Keines. PLCSim kann nur über einen internen Zugangsweg angesprochen werden. Ansonsten kann nur auf E/A/D zugegriffen werden. 
[Werbung]
Als offene Lösung zur Simulation, die auch mit den diversen Analysern funktioniert (speziell natürlich AutoSPy  ) kann ich ACCONtrol http://www.deltalogic.de/software/accontrol/accontrols7.htm empfehlen.
[/Werbung]


----------



## Pikador (27 Mai 2006)

Danke für die schnelle Antwort.
  Habe mir die Demo-Version von ACCONtrol heruntergeladen und ausprobiert. Sieht gut aus.

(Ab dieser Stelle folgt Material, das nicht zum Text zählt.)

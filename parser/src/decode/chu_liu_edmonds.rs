//! Chu-Liu (1965) / Edmonds (1967) maximum spanning arborescence in O(n²) on dense graphs,
//! organised as in Tarjan (1977), with an exact single-root search on top.
//!
//! The graph is kept as one dense matrix indexed by *slot*: `incoming[v][u]` holds the best
//! reduced score of an arc from group `u` into group `v`, together with the original arc that
//! achieves it. Rows are the *incoming* lists, so choosing a node's best in-arc scans contiguous
//! memory. Contracting a cycle writes the merged row and column into the slot of one member and
//! blanks the others, in O(n · |cycle|); since cycle sizes add up to less than 2n, the whole
//! contraction phase is O(n²), and so is the expansion.
//!
//! Phases:
//! 1. *Contraction* (Tarjan 1977): every group without an in-arc picks its best one. Weak
//!    components (union-find) tell whether the pick closes a cycle; if it does, the cycle is
//!    contracted into a new group whose in-arcs are reduced by the score of the member they
//!    would replace. Arcs from the root never close a cycle and are not merged.
//! 2. *Expansion*: walking the contractions from the last to the first, the member that
//!    contains the modifier of the group's chosen in-arc takes that arc; the others keep the
//!    arc they had inside the cycle.
//!
//! Single root (see [`decode`]): when the unconstrained optimum attaches exactly one word to the
//! root it is also the constrained optimum (nothing more to do, O(n²)). Otherwise the
//! constrained optimum is `max_r` of the optimum with the root arc forced to `r`, and the
//! candidates `r` are tried best-bound-first with branch and bound: forcing `r` can gain at most
//! `score(0, r) − best word head of r` over the sum of every word's best word head, and no
//! candidate can beat the unconstrained optimum. The search stops as soon as no remaining bound
//! beats the best tree found. This is exact; its worst case is O(n³) (every candidate tried),
//! where Zmigrod, Vieira & Cotterell (2020, "Please Mind the Root") give an O(n²) bound. Our
//! first implementation of their deletion rule failed the brute-force check on a tie-free
//! 3-word case (a deletion whose cheapest alternative arc closes a cycle), so the exact search
//! ships until that rule is re-derived and passes the same checks.
//!
//! Ties: a group takes the in-arc with the smallest slot among equal scores; among single-root
//! candidates of equal score the first tried wins (highest bound, then smallest position).

use super::{RootConstraint, ScoreMatrix};

const NONE: usize = usize::MAX;

/// Best arborescence rooted at 0: `heads[m]` for `m` in `1..=n` (`heads[0] = 0`).
pub fn decode(scores: &ScoreMatrix, root: RootConstraint) -> Vec<usize> {
    let unconstrained = solve(scores, None);
    let root_children = unconstrained.iter().skip(1).filter(|&&h| h == 0).count();
    if root == RootConstraint::MultiRoot || root_children == 1 {
        return unconstrained;
    }
    let n = scores.words();
    let ceiling = scores.tree_score(&unconstrained);
    // Best word (non-root) head of each word, and their sum: a relaxation of every tree.
    let best_word_head: Vec<f64> = (0..=n)
        .map(|m| {
            if m == 0 {
                0.0
            } else {
                (1..=n)
                    .map(|h| scores.get(h, m))
                    .fold(f64::NEG_INFINITY, f64::max)
            }
        })
        .collect();
    let relaxed: f64 = best_word_head[1..].iter().sum();
    let mut candidates: Vec<(f64, usize)> = (1..=n)
        .map(|r| {
            let bound = if n == 1 {
                scores.get(0, r)
            } else {
                relaxed - best_word_head[r] + scores.get(0, r)
            };
            (bound.min(ceiling), r)
        })
        .collect();
    candidates.sort_by(|a, b| b.0.total_cmp(&a.0).then(a.1.cmp(&b.1)));
    let mut best: Option<(f64, Vec<usize>)> = None;
    for (bound, r) in candidates {
        if best
            .as_ref()
            .is_some_and(|(best_score, _)| bound <= *best_score)
        {
            break;
        }
        let heads = solve(scores, Some(r));
        let score = scores.tree_score(&heads);
        if best.as_ref().is_none_or(|(b, _)| score > *b) {
            best = Some((score, heads));
        }
    }
    best.map(|(_, heads)| heads).unwrap_or(unconstrained)
}

/// Unconstrained maximum arborescence, optionally with `only_root_child` the sole word the root
/// may take.
fn solve(scores: &ScoreMatrix, only_root_child: Option<usize>) -> Vec<usize> {
    let mut graph = Graph::new(scores);
    if let Some(r) = only_root_child {
        for v in 1..graph.side {
            if v != r {
                graph.incoming[v * graph.side] = f64::NEG_INFINITY;
            }
        }
    }
    graph.contract_all();
    graph.expand()
}

/// Union-find with path halving; the representative of a set is chosen by the caller.
struct UnionFind {
    parent: Vec<usize>,
}

impl UnionFind {
    fn new(size: usize) -> Self {
        UnionFind {
            parent: (0..size).collect(),
        }
    }

    fn find(&mut self, mut x: usize) -> usize {
        while self.parent[x] != x {
            self.parent[x] = self.parent[self.parent[x]];
            x = self.parent[x];
        }
        x
    }

    /// Makes `into` the representative of the union (both must be representatives).
    fn attach(&mut self, from: usize, into: usize) {
        self.parent[from] = into;
    }
}

struct Graph {
    side: usize,
    /// `incoming[v * side + u]`: best reduced score of an arc from group `u` into group `v`.
    incoming: Vec<f64>,
    /// Original head and modifier of that arc.
    arc_head: Vec<u32>,
    arc_modifier: Vec<u32>,
    /// Per slot: is it a live group (slot 0, the root, is never in `pending`)?
    alive: Vec<bool>,
    /// Per slot: logical node id of the group it holds (originals are `0..=n`, contractions
    /// get `n+1, n+2, …`).
    node_of_slot: Vec<usize>,
    /// Per slot: the chosen in-arc (original head, original modifier) and its reduced score.
    chosen: Vec<Option<(usize, usize, f64)>>,
    /// Groups: original vertex → slot of the group holding it.
    groups: UnionFind,
    /// Weak components over slots (arcs from the root are not merged).
    weak: UnionFind,
    /// Per logical node: parent contraction, and the in-arc it keeps after expansion.
    node_parent: Vec<usize>,
    node_arc: Vec<(usize, usize)>,
    /// Logical ids of contractions, in creation order, with their member node ids.
    contractions: Vec<(usize, Vec<usize>)>,
    /// Slots waiting to choose an in-arc (a stack; popped in increasing slot order initially).
    pending: Vec<usize>,
}

impl Graph {
    fn new(scores: &ScoreMatrix) -> Self {
        let side = scores.side();
        let mut incoming = vec![f64::NEG_INFINITY; side * side];
        let mut arc_head = vec![0u32; side * side];
        let mut arc_modifier = vec![0u32; side * side];
        for v in 1..side {
            for u in 0..side {
                incoming[v * side + u] = scores.get(u, v);
                arc_head[v * side + u] = u as u32;
                arc_modifier[v * side + u] = v as u32;
            }
        }
        let max_nodes = 2 * side;
        Graph {
            side,
            incoming,
            arc_head,
            arc_modifier,
            alive: (0..side).map(|s| s != 0).collect(),
            node_of_slot: (0..side).collect(),
            chosen: vec![None; side],
            groups: UnionFind::new(side),
            weak: UnionFind::new(side),
            node_parent: vec![NONE; max_nodes],
            node_arc: vec![(0, 0); max_nodes],
            contractions: Vec::new(),
            pending: (1..side).rev().collect(),
        }
    }

    fn row(&self, slot: usize) -> &[f64] {
        &self.incoming[slot * self.side..(slot + 1) * self.side]
    }

    /// Slot of the best in-arc of `v` (first among equals), or `None` if every in-arc is −∞.
    fn best_in(&self, v: usize) -> Option<usize> {
        let mut best = f64::NEG_INFINITY;
        let mut best_u = None;
        for (u, &score) in self.row(v).iter().enumerate() {
            if score > best {
                best = score;
                best_u = Some(u);
            }
        }
        best_u
    }

    fn contract_all(&mut self) {
        while let Some(v) = self.pending.pop() {
            let Some(u) = self.best_in(v) else {
                // Unreachable: every word keeps finite in-arcs from the other words (only root arcs
                // are ever removed), so some arc is always available.
                continue;
            };
            let cell = v * self.side + u;
            let arc = (
                self.arc_head[cell] as usize,
                self.arc_modifier[cell] as usize,
                self.incoming[cell],
            );
            self.chosen[v] = Some(arc);
            if u == 0 {
                continue;
            }
            let (weak_u, weak_v) = (self.weak.find(u), self.weak.find(v));
            if weak_u != weak_v {
                self.weak.attach(weak_v, weak_u);
                continue;
            }
            // The new arc closes a cycle: walk from u back to v along chosen in-arcs.
            let mut cycle = vec![v];
            let mut x = u;
            while x != v {
                cycle.push(x);
                let (head, _, _) = self.chosen[x].expect("a group on a cycle has an in-arc");
                x = self.groups.find(head);
            }
            self.contract(&cycle);
        }
    }

    /// Contracts the groups in `cycle` (slots; `cycle[0]` keeps the merged group).
    fn contract(&mut self, cycle: &[usize]) {
        let side = self.side;
        let keep = cycle[0];
        let mut in_cycle = vec![false; side];
        for &c in cycle {
            in_cycle[c] = true;
        }
        // Merged in-arcs: for every outside u, max over members m of incoming[m][u] − chosen[m].
        let mut merged = vec![f64::NEG_INFINITY; side];
        let mut merged_head = vec![0u32; side];
        let mut merged_modifier = vec![0u32; side];
        for &m in cycle {
            let reduce = self.chosen[m].expect("cycle member has an in-arc").2;
            for u in 0..side {
                if in_cycle[u] {
                    continue;
                }
                let cell = m * side + u;
                let score = self.incoming[cell] - reduce;
                if score > merged[u] {
                    merged[u] = score;
                    merged_head[u] = self.arc_head[cell];
                    merged_modifier[u] = self.arc_modifier[cell];
                }
            }
        }
        // Merged out-arcs: for every live outside group x, max over members of incoming[x][m].
        for x in 1..side {
            if !self.alive[x] || in_cycle[x] {
                continue;
            }
            let row = x * side;
            let mut best = f64::NEG_INFINITY;
            let mut best_cell = row + keep;
            for &m in cycle {
                let score = self.incoming[row + m];
                if score > best {
                    best = score;
                    best_cell = row + m;
                }
            }
            let (head, modifier) = (self.arc_head[best_cell], self.arc_modifier[best_cell]);
            for &m in cycle {
                self.incoming[row + m] = f64::NEG_INFINITY;
            }
            self.incoming[row + keep] = best;
            self.arc_head[row + keep] = head;
            self.arc_modifier[row + keep] = modifier;
        }
        let row = keep * side;
        self.incoming[row..row + side].copy_from_slice(&merged);
        self.arc_head[row..row + side].copy_from_slice(&merged_head);
        self.arc_modifier[row..row + side].copy_from_slice(&merged_modifier);
        for &m in &cycle[1..] {
            let row = m * side;
            self.incoming[row..row + side].fill(f64::NEG_INFINITY);
            self.alive[m] = false;
        }
        // Book-keeping for the expansion.
        let node = self.contractions.len() + side;
        let mut members = Vec::with_capacity(cycle.len());
        for &m in cycle {
            let member = self.node_of_slot[m];
            let (head, modifier, _) = self.chosen[m].expect("cycle member has an in-arc");
            self.node_parent[member] = node;
            self.node_arc[member] = (head, modifier);
            members.push(member);
            if m != keep {
                self.groups.attach(m, keep);
            }
            self.chosen[m] = None;
        }
        self.contractions.push((node, members));
        self.node_of_slot[keep] = node;
        self.pending.push(keep);
    }

    fn expand(&mut self) -> Vec<usize> {
        for v in 1..self.side {
            if let (true, Some((head, modifier, _))) = (self.alive[v], self.chosen[v]) {
                self.node_arc[self.node_of_slot[v]] = (head, modifier);
            }
        }
        for (node, _members) in self.contractions.iter().rev() {
            let (head, modifier) = self.node_arc[*node];
            // The member of this contraction that contains the arc's modifier.
            let mut member = modifier;
            while self.node_parent[member] != *node {
                member = self.node_parent[member];
            }
            self.node_arc[member] = (head, modifier);
        }
        let mut heads = vec![0usize; self.side];
        for m in 1..self.side {
            heads[m] = self.node_arc[m].0;
        }
        heads
    }
}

Aber wie kann ich jetzt zum Beispiel ein Ausgang mit dem AutoSpy aufzeichnen?

  Grüß.


----------



## seeba (27 Mai 2006)

Pikador schrieb:
			
		

> Danke für die schnelle Antwort.
> Habe mir die Demo-Version von ACCONtrol heruntergeladen und ausprobiert. Sieht gut aus. Aber wie kann ich jetzt zum Beispiel ein Ausgang mit dem AutoSpy aufzeichnen?
> 
> Grüß.


ACCONtrol verhält sich wie eine SPS mit Ethernet-CP. Du kannst sie einfach per ISO over TCP mit 127.0.0.1 oder der IP-Adresse deines Rechners ansprechen.

Gruß Sebastian


----------



## Pikador (27 Mai 2006)

Hallo,

habe geschaft. Schade dass man die anderen nicht verbinden kann.

Vielen Dank!

Grüß.
Pikador


----------